I stake a calf: stake thou a lamb.’ ”

But Menalcas—to his credit be it said—answered “No; the flock is counted every night, and the lamb would be missed ; it is not mine to give, it is my father’s ; but I will stake my Pipe of nine holes, which I have made myself, and joined together with beautiful white wax, against yours.

To this Daphnis consents, and they get a passing goatherd to act as referee. They lay their Pipes aside on this occasion, and each in turn tries his hand at extempore song. When finished, the goatherd gives judgment as follows :—

“‘O Daphnis, lovely is thy voice, thy music sweetly sung:
Such song is pleasanter to me, than honey on my tongue.
Accept this Pipe, for thou hast won.

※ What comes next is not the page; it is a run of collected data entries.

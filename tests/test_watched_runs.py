"""Watched runs stop where the instruction-by-instruction check stops.

A debugger condition (watchpoints, an instruction count, a call depth) now
tells the engine where it can become true (``emu.Lookout``), and the engine
asks it only there, on block translation. The reference is the check as it
was: the same condition wrapped in a plain function, which the engine asks
after every instruction. Both runs, with breakpoints too, must stop at the
same cycles with the same reason and the same whole state, on every machine
file (engine_support discovers them), with blocks made hot at once.
"""

from __future__ import annotations

import pytest
from hypothesis import HealthCheck, given, settings
from hypothesis import strategies as st

import asm
from emu import Observer, load_machine
from emu.debugger import AnyOf, CallDepth, Count, Watch, Watches, call_shape
from emu.testing import programs
from emu.timing import count_wear

from engine_support import MACHINES, boot, full_state, skip_unless_properties_run

SETTINGS = settings(max_examples=60, deadline=None,
                    suppress_health_check=[HealthCheck.too_slow, HealthCheck.data_too_large])
RUNS = 5
CYCLES = 4000


@st.composite
def goals(draw, machine, span: int):
    """What a debugger command may watch for: (kind, argument) pairs, one to three of them."""
    names = [r.name for r in machine.visible_registers] + list(machine.groups) + list(machine.flags)
    shape = call_shape(machine)
    kinds = ["register", "memory", "count"] + (["depth"] if shape.calls else [])
    chosen = []
    for kind in draw(st.lists(st.sampled_from(kinds), min_size=1, max_size=3)):
        if kind == "register":
            chosen.append((kind, draw(st.sampled_from(names))))
        elif kind == "memory":
            chosen.append((kind, draw(st.integers(0, span))))
        elif kind == "count":
            chosen.append((kind, draw(st.integers(1, 60))))
        else:
            chosen.append((kind, draw(st.integers(0, 1))))
    return chosen


def condition(emu, goals):
    """The goals as the debugger's RunPolicy builds them: watchpoints and a goal in one AnyOf."""
    watches = [Watch(n, name=arg) if kind == "register" else Watch(n, address=arg)
               for n, (kind, arg) in enumerate(goals) if kind in ("register", "memory")]
    parts = [Watches(watches, emu)] if watches else []
    for kind, arg in goals:
        if kind == "count":
            parts.append(Count(arg, emu))
        elif kind == "depth":
            parts.append(CallDepth(emu.machine, call_shape(emu.machine), emu.instruction_address, arg, "depth"))
    return AnyOf(parts)


def case(machine, data) -> tuple[list[int], list, frozenset[int]]:
    """A program, goals and breakpoints (up to two) to run it under."""
    words = data.draw(programs(machine))
    span = len(words) + 4
    return (words, data.draw(goals(machine, span)),
            frozenset(data.draw(st.lists(st.integers(0, span), max_size=2))))


def drive(emu, goals, points, *, every_instruction: bool) -> list:
    """Several watched runs in a row (RESUME after a halt); what each ended with."""
    ends = []
    for _ in range(RUNS):
        until = condition(emu, goals)
        asked = (lambda e: until(e)) if every_instruction else until
        stop = emu.run(max_cycles=CYCLES, until=asked, breakpoints=points)
        fired = until.fired
        ends.append((stop.kind, stop.pc, full_state(emu), getattr(fired, "hit", None)))
        if stop.kind == "halted":
            emu.press_resume()
    return ends


@pytest.mark.parametrize("machine_name", sorted(MACHINES))
@SETTINGS
@given(data=st.data())
def test_a_watched_run_stops_where_the_check_after_every_instruction_does(machine_name, data):
    machine = MACHINES[machine_name]
    skip_unless_properties_run(machine)
    words, wanted, points = case(machine, data)
    reference = boot(machine, words)
    watched = boot(machine, words)
    watched.blocks.threshold, watched.blocks.warm_up = 1, 0
    assert drive(watched, wanted, points, every_instruction=False) == \
        drive(reference, wanted, points, every_instruction=True)


class _Watching(Observer):
    """Any observer: attached, it makes the engine step phase by phase."""


@pytest.mark.parametrize("machine_name", sorted(MACHINES))
@settings(SETTINGS, max_examples=25)
@given(data=st.data(), hot=st.booleans())
def test_wear_counted_during_a_watched_run_equals_the_count_phase_by_phase(machine_name, data, hot):
    """Wear's counting runners watch as the plain ones do: same stops, and the same counts as
    an observer stepping every phase with the condition asked after every instruction."""
    machine = MACHINES[machine_name]
    skip_unless_properties_run(machine)
    words, wanted, points = case(machine, data)
    fast, stepped = boot(machine, words), boot(machine, words)
    stepped.observe(_Watching())
    with count_wear(fast) as fast_wear, count_wear(stepped) as stepped_wear:
        if hot:
            fast_wear.tally.blocks.threshold, fast_wear.tally.blocks.warm_up = 1, 0
        assert drive(fast, wanted, points, every_instruction=False) == \
            drive(stepped, wanted, points, every_instruction=True)
    assert fast_wear.counts == stepped_wear.counts
    assert fast_wear.pulses == stepped_wear.pulses


TALLY = """\
; a turnstile tally: count passengers in r0 and post the count to a word each time
start:  li r0, 0
pass:   inc r0
        st [0x40], r0
        jmp pass
"""


def test_a_store_to_a_watched_word_stops_a_hot_block_right_after_it():
    machine = MACHINES["ref8"]
    image = asm.assemble_text(TALLY, machine).segments
    seen = []
    for every_instruction in (False, True):
        emu = boot(machine, [])
        emu.load(image)
        emu.blocks.threshold, emu.blocks.warm_up = 1, 0
        ends = []
        for _ in range(4):
            until = AnyOf([Watches([Watch(1, address=0x40)], emu)])
            stop = emu.run(max_cycles=5000, until=(lambda e: until(e)) if every_instruction else until)
            ends.append((stop.kind, emu.cycles, until.fired.hit[1:]))
        seen.append(ends)
    assert seen[0] == seen[1]
    assert [hit for _kind, _cycles, hit in seen[0]] == [(0, 1), (1, 2), (2, 3), (3, 4)]


@st.composite
def watched_names(draw, machine):
    """One to three registers, groups or flags, flags drawn as often as the rest."""
    registers = [r.name for r in machine.visible_registers] + list(machine.groups)
    flags = list(machine.flags)
    pools = [registers] + [flags] * bool(flags)
    return draw(st.lists(st.sampled_from(pools[draw(st.integers(0, len(pools) - 1))]), min_size=1, max_size=3))


@pytest.mark.parametrize("machine_name", sorted(MACHINES))
@settings(SETTINGS, max_examples=25)
@given(data=st.data(), threshold=st.sampled_from([1, 3]))
def test_a_hot_block_stops_at_the_first_change_of_a_watched_register_or_flag(machine_name, data, threshold):
    """Watching blocks test what they watch inside the block (loops included): each of a
    run's stops, one per change, lands where the check after every instruction puts it."""
    machine = MACHINES[machine_name]
    skip_unless_properties_run(machine)
    words = data.draw(programs(machine))
    wanted = [("register", name) for name in data.draw(watched_names(machine))]
    points = frozenset(data.draw(st.lists(st.integers(0, len(words)), max_size=1)))
    reference, watched = boot(machine, words), boot(machine, words)
    watched.blocks.threshold, watched.blocks.warm_up = threshold, 0
    assert drive(watched, wanted, points, every_instruction=False) == \
        drive(reference, wanted, points, every_instruction=True)


BEATS = {
    # a metronome: r1 steps a quarter turn a beat; the sum of two positives that comes out
    # negative (0x40 + 0x40) sets v, the next sum (0x80 + 0x40, a negative and a positive)
    # clears it: two's-complement overflow (common practice)
    "ref8": ("""\
start:  li r1, 0
beat:   inc r0
        add r1, 0x40
back:   jmp beat
""", "v", [(0, 1), (1, 0), (0, 1), (1, 0)]),
    # the same on skep's 10-bit accumulator: a quarter turn is 256; carry out of 768 + 256
    "skep": ("""\
        .machine "skep"
start:  ldi a, 0
beat:   inx
        add #256
back:   jmp beat
""", "c", [(0, 1), (1, 0), (0, 1), (1, 0)]),
}


@pytest.mark.parametrize("machine_name", sorted(BEATS))
def test_a_flag_that_changes_inside_a_looping_block_stops_the_run_at_each_change(machine_name):
    """The loop's block keeps the flag's writer (on ref8 it goes round inside its function;
    skep's jumps test flags in their steps, so the jump runs outside it), and each change
    stops the run after that writer, as the check after every instruction does, with the
    values the flag had before and after (the comments in ``BEATS``)."""
    machine = load_machine(machine_name)
    source, flag, changes = BEATS[machine_name]
    image = asm.assemble_text(source, machine)
    beat = image.symbols["beat"]
    seen = []
    for every_instruction in (False, True):
        emu = boot(machine, [])
        emu.load(image.segments)
        emu.blocks.threshold, emu.blocks.warm_up = 1, 0
        ends = []
        for _ in range(len(changes)):
            until = AnyOf([Watches([Watch(1, name=flag)], emu)])
            stop = emu.run(max_cycles=5000, until=(lambda e: until(e)) if every_instruction else until)
            ends.append((stop.kind, stop.pc, emu.cycles, until.fired.hit[1:]))
        seen.append(ends)
        if not every_instruction:
            assert emu.blocks._active[beat][0] >= image.symbols["back"], "the loop was split at the flag's writer"
    assert seen[0] == seen[1]
    assert [hit for _kind, _pc, _cycles, hit in seen[0]] == changes
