"""Settings for the whole test run.

The assembler's fixture programs are inputs of its tests, not programs to
run as tests (``collect_ignore``). The suite never reads or writes the user's own cache folder: every test,
and every ``relaybench`` process a test starts, uses one temporary folder
made for this run, set as pytest starts. (Importing ``emu`` uses no cache,
so a plugin that imports it before this file is read changes nothing.)
"""

from __future__ import annotations

import os
import shutil
import tempfile

CACHE_VARIABLE = "RELAYBENCH_CACHE"
"""``emu.cache.CACHE_VARIABLE``, written out: this file imports nothing of relaybench."""

collect_ignore = ["asm_fixtures"]

_made: list[str] = []


def pytest_configure(config):
    folder = tempfile.mkdtemp(prefix="relaybench-test-cache-")
    _made.append(folder)
    os.environ[CACHE_VARIABLE] = folder


def pytest_unconfigure(config):
    for folder in _made:
        shutil.rmtree(folder, ignore_errors=True)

And should there be some notes
That thou could’st teach me, as I plod alongside of my goats;
I’ll give thee for thy schooling this ewe, that horns hath none:
Day by day she’ll fill the can, until the milk o’er-run.’
Then how the one lad laughed and leaped and clapped his hands for glee!
A kid that bounds to meet its dam might dance as merrily.
And how the other inly burned, struck down by his disgrace!
A maid first parting from her home might wear as sad a face.”

In the same boastful spirit Marsyas, I have no doubt—confident in his own skill—bet his new goatskin coat against Apollo’s fine town-made cloak, that the judges would decide in his favour; but, as we have seen, he lost. With sad face, and downcast eye, the hitherto victorious one turned to leave the scene of his discomfiture, first promising to send back his goatskin when he got home. Apollo, however, insisted on having the bet settled there and then : the judges held this to be the law, and so poor Marsyas, stripped of everything by the attendants, fled from before the face of the jeering crowd naked and ashamed. This was the flaying alive of Marsyas.

The other part of the myth, in which we are told that the blood of Marsyas formed a river down which his Pipe was carried for many a weary mile ; but which ultimately cast them up, — notice the plural here !—one on each bank, symbolises the spread of the “Pipe” in Arcadia.

Marsyas’ Pipe was afterwards found and brought to Apollo, who made it his own instrument thenceforward ; which conclusion to the story proves, in short, that the City Greeks adopted the Shepherd’s Pipe, although reluctantly, and only after it had spread throughout the country districts of Greece.

This latter part of the myth is borne out by a small bronze statue of Apollo which was discovered some time ago, in so far at least as he is there represented, with a lyre strapped on in front and a Bagpipe behind: the Bagpipe still taking an inferior position to the lyre in the Greek’s estimation.

Now, Ruskin tells us that Athene was the author of the double Pipe, which she invented tc represent the hissing of the Gorgonian serpent.

We know that this Pipe, after the death of Marsyas, fell into Apollo’s hands. This is the myth, but history now comes upon the scene and tells us that Apollo’s Pipe, which was the Greek Pythaulos, was a

Bagpipe. And further, that it was used to represent the hisses and the groans of the 'mounded serpent, at the Pyt’nonic games, which were held annually in honour of Apollo. If you have followed my argument so far, you will understand why I believe that in the myth of Athene and her Pipe—the Pipe which played by itself—we have the earliest suggestion of a Bagpipe.